» Data supplied:
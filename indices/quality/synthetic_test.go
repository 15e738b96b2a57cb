package quality

import (
	"math"
	"math/rand/v2"
	"time"

	"thawledger/pipeline"
)

// invented returns years of an invented arctic station, without faults: a yearly
// wave of -10 +- 18 degC and weather that remembers (autoregressive, lag-one
// 0.75), twice as strong in winter as in summer, in tenths.
func invented(seed uint64, years int) Record {
	r := rand.New(rand.NewPCG(seed, 1))
	first, end := pipeline.DayOf(1996, time.January, 1), pipeline.DayOf(1996+years, time.January, 1)
	rec := make(Record, 0, end-first)
	weather := 0.0
	for d := first; d < end; d++ {
		wave := math.Cos(2 * math.Pi * (float64(d.Time().YearDay()) - 200) / 365.25)
		weather = 0.75*weather + math.Sqrt(1-0.75*0.75)*r.NormFloat64()
		sd := 4.5 - 2.5*max(wave, -1)*0.6
		mean := -10 + 18*wave + sd*weather
		half := 3 + math.Abs(r.NormFloat64())*1.5
		v := DayValue{Day: d, MaxC: tenth(mean + half), MinC: tenth(mean - half), HasMax: true, HasMin: true, Observed: true}
		v.MeanC = (v.MaxC + v.MinC) / 2
		rec = append(rec, v)
	}
	return rec
}

func tenth(c float64) float64 { return math.Round(c*10) / 10 }

// set gives a day other values.
func (rec Record) set(d pipeline.Day, minC, maxC float64) {
	v := rec.at(d)
	v.MinC, v.MaxC, v.MeanC, v.HasMax, v.HasMin, v.Observed = minC, maxC, (minC+maxC)/2, true, true, true
}

func (rec Record) at(d pipeline.Day) *DayValue { return &rec[d-rec[0].Day] }

func of(out []Outcome, d pipeline.Day) Outcome { return out[d-out[0].Day] }
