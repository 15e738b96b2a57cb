// Package quality tests a station's temperatures and marks them by WMO BUFR
// table 0 33 020. It is pure: no I/O, no clock.
//
//	a whole record of days -> Daily -> an Outcome a day
//	readings of one day    -> Hours -> one Outcome
//
// An Outcome says which tests were made, which failed, and the mark that
// follows. Every outcome is kept, not only the mark: who looks at a doubtful day
// years later wants to know why.
//
// The tests fire on the very warm spells that matter, so by them alone a value
// is at most doubtful, or inconsistent with another of the same day; either
// stays in the index. Only a value beyond the hard bounds of Range is wrong.
//
// Two things the tests are careful of:
//
//   - Limits of step and persistence that the guidelines state are for values a
//     minute apart. They are widened here with the time between two values (see
//     StepLimitC), and for daily means with the record's own differences: the
//     end of an inversion warms a valley by 20 degC in an hour.
//   - Around 0 degC ground and its surface stand still for weeks while water
//     freezes or snow melts (the zero curtain): within 0.2 degC of zero they are
//     not tested for standing still. Air that stands still there is doubtful: a
//     sensor under ice or snow.
//
// Sources. M. Zahumensky, 2004, "Guidelines on Quality Control Procedures for
// Data from Automatic Weather Stations" (WMO), for plausible range, step and
// least variability, and I. Durre et al., 2010, "Comprehensive automated quality
// assurance of daily surface observations", J. Appl. Meteorol. Climatol. 49, for
// streak, gap, climatological outlier, lagged range, spike, neighbours and
// naught. Both were read second-hand, as others quote and implement them; the
// originals were not at hand. What is from memory, or judgement, is said where
// it stands.
//
// It promises: outcomes depend on the values alone; on a record moved by a
// constant the tests of differences give the same; every fault of a value
// beyond the hard bounds stays out of the statistics that other values are
// tested with.
package quality
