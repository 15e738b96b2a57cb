package quality

import (
	"fmt"
	"math"
)

// Medium is what a sensor is in.
type Medium uint8

// The media.
const (
	Air     Medium = 0
	Surface Medium = 1 // of ground, pavement, roof
	Soil    Medium = 2
)

// Options are what the tests have to know beside the values. The zero value is
// for air, without neighbours.
type Options struct {
	Medium Medium

	// Bounds are the hard bounds of the Range test; nil for those of the medium:
	// air -80 to 60, surface -80 to 80, soil -50 to 50 degC (Zahumensky, 2004,
	// second-hand). A station on the antarctic plateau needs its own.
	Bounds *Bounds

	// Neighbours are records of other stations near by, chosen by the caller
	// (Durre et al., 2010, second-hand: within 75 km, three to seven of them).
	Neighbours []Record
	// LeastNeighbours is how many of them it takes for the Neighbour test; 0 for
	// 3 (Durre et al.). With one or two a fault of theirs makes this station
	// doubtful, which a network that thin has to accept.
	LeastNeighbours int
}

// Bounds are the lowest and the highest temperature that can be, in degC.
type Bounds struct{ LowestC, HighestC float64 }

func (o *Options) bounds() Bounds {
	if o.Bounds != nil {
		return *o.Bounds
	}
	switch o.Medium {
	case Surface:
		return Bounds{-80, 80}
	case Soil:
		return Bounds{-50, 50}
	}
	return Bounds{-80, 60}
}

func (o *Options) leastNeighbours() int {
	if o.LeastNeighbours > 0 {
		return o.LeastNeighbours
	}
	return 3
}

// check panics at a fault of the caller.
func (o *Options) check() {
	if o.Medium > Soil {
		panic(fmt.Sprintf("quality: medium %d is unknown", o.Medium))
	}
	if b := o.Bounds; b != nil && !(b.LowestC < b.HighestC && isTemperature(b.LowestC) && isTemperature(b.HighestC)) {
		panic(fmt.Sprintf("quality: %v to %v degC are no bounds", b.LowestC, b.HighestC))
	}
	if o.LeastNeighbours < 0 {
		panic(fmt.Sprintf("quality: %d neighbours cannot be the least", o.LeastNeighbours))
	}
}

// isTemperature is false for what no arithmetic here should see: values far from
// any temperature, infinities and NaN.
func isTemperature(c float64) bool { return math.Abs(c) <= 1e6 }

» Task:
When the line with "func of(out []Outcome, d" is reached in the data above, begin copying, and stop after the line with "alone a value"; copy each line exactly, both ends included.

» Answer box:
func of(out []Outcome, d pipeline.Day) Outcome { return out[d-out[0].Day] }
repository 15e738b96b2a57cb
// Package quality tests a station's temperatures and marks them by WMO BUFR
// table 0 33 020. It is pure: no I/O, no clock.
//
//	a whole record of days -> Daily -> an Outcome a day
//	readings of one day    -> Hours -> one Outcome
//
// An Outcome says which tests were made, which failed, and the mark that
// follows. Every outcome is kept, not only the mark: who looks at a doubtful day
// years later wants to know why.
//
// The tests fire on the very warm spells that matter, so by them alone a value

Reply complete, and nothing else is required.